[Stored data entries]
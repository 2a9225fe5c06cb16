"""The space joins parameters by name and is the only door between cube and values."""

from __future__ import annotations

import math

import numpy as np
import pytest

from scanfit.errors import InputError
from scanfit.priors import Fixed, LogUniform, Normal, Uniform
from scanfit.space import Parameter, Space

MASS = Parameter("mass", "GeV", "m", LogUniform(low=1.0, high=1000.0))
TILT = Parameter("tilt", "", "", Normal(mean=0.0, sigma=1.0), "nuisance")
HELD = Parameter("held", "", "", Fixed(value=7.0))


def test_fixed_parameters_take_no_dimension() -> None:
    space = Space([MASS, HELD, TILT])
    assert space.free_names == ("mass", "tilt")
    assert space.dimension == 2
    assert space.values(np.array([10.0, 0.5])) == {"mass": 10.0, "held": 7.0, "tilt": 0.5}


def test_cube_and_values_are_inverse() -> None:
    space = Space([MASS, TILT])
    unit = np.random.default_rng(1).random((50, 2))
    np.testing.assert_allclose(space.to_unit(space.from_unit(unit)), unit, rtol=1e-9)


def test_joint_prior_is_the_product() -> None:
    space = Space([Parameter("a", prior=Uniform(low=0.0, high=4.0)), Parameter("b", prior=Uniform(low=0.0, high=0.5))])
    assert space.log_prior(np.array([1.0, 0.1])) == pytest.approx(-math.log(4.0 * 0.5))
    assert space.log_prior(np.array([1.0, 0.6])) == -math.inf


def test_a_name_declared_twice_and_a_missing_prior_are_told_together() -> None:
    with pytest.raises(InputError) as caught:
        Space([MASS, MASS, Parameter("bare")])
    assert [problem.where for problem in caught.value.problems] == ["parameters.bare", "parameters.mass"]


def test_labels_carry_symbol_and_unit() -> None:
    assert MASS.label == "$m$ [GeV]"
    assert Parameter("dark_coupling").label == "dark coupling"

* * *

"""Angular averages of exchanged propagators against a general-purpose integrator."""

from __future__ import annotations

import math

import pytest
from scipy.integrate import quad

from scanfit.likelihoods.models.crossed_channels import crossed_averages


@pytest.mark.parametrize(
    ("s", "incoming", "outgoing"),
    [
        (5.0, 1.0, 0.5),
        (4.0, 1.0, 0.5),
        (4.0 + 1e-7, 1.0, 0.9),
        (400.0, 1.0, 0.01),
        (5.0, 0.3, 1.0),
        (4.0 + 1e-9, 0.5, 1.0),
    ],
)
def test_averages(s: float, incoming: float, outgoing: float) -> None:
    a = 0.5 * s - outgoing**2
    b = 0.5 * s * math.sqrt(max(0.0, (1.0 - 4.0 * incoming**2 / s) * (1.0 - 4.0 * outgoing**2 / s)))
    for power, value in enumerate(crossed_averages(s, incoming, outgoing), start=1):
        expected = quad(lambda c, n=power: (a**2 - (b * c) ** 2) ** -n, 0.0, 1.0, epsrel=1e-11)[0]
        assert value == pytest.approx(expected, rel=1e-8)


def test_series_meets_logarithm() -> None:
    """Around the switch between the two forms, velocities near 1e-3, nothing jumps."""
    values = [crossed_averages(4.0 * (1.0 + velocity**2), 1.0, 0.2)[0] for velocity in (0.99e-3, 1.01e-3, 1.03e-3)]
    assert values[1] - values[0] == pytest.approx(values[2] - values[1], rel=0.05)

...

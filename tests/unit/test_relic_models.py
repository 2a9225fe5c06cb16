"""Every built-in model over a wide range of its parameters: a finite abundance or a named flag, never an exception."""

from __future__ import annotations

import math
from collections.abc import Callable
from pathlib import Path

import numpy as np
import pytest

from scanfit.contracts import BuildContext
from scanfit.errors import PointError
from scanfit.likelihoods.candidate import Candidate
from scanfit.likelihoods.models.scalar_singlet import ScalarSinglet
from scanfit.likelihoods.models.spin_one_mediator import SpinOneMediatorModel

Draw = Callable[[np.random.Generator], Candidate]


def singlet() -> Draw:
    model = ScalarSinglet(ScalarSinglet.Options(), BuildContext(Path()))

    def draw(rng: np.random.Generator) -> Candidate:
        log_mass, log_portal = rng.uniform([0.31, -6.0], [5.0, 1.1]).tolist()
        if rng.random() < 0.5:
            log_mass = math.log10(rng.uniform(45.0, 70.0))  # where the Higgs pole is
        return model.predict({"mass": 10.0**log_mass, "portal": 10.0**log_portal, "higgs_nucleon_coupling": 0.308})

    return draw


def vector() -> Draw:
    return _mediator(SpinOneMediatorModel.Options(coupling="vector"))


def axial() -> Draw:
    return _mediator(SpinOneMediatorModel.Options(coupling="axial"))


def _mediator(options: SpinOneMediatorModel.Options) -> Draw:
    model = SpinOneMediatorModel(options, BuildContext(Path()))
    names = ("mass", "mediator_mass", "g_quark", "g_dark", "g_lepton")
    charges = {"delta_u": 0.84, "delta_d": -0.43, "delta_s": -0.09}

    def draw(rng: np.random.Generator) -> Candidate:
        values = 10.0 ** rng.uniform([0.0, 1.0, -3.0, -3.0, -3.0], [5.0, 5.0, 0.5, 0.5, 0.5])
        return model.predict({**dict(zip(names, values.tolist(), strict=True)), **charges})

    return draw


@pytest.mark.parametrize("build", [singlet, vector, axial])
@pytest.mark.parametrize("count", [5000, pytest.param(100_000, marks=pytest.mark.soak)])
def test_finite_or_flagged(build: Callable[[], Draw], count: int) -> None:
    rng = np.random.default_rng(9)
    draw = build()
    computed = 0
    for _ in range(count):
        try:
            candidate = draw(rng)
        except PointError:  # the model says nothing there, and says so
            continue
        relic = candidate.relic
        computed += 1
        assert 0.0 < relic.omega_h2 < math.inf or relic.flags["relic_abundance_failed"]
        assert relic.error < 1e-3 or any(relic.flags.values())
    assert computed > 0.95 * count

Aim of the exercise | Looking at the data above, return every line from the one with "def test_series_meets_logarithm() ->" down to the one with "assert values[1] - values[0]", exactly and inclusively.

Result for this task |
def test_series_meets_logarithm() -> None:
    """Around the switch between the two forms, velocities near 1e-3, nothing jumps."""
    values = [crossed_averages(4.0 * (1.0 + velocity**2), 1.0, 0.2)[0] for velocity in (0.99e-3, 1.01e-3, 1.03e-3)]
    assert values[1] - values[0] == pytest.approx(values[2] - values[1], rel=0.05)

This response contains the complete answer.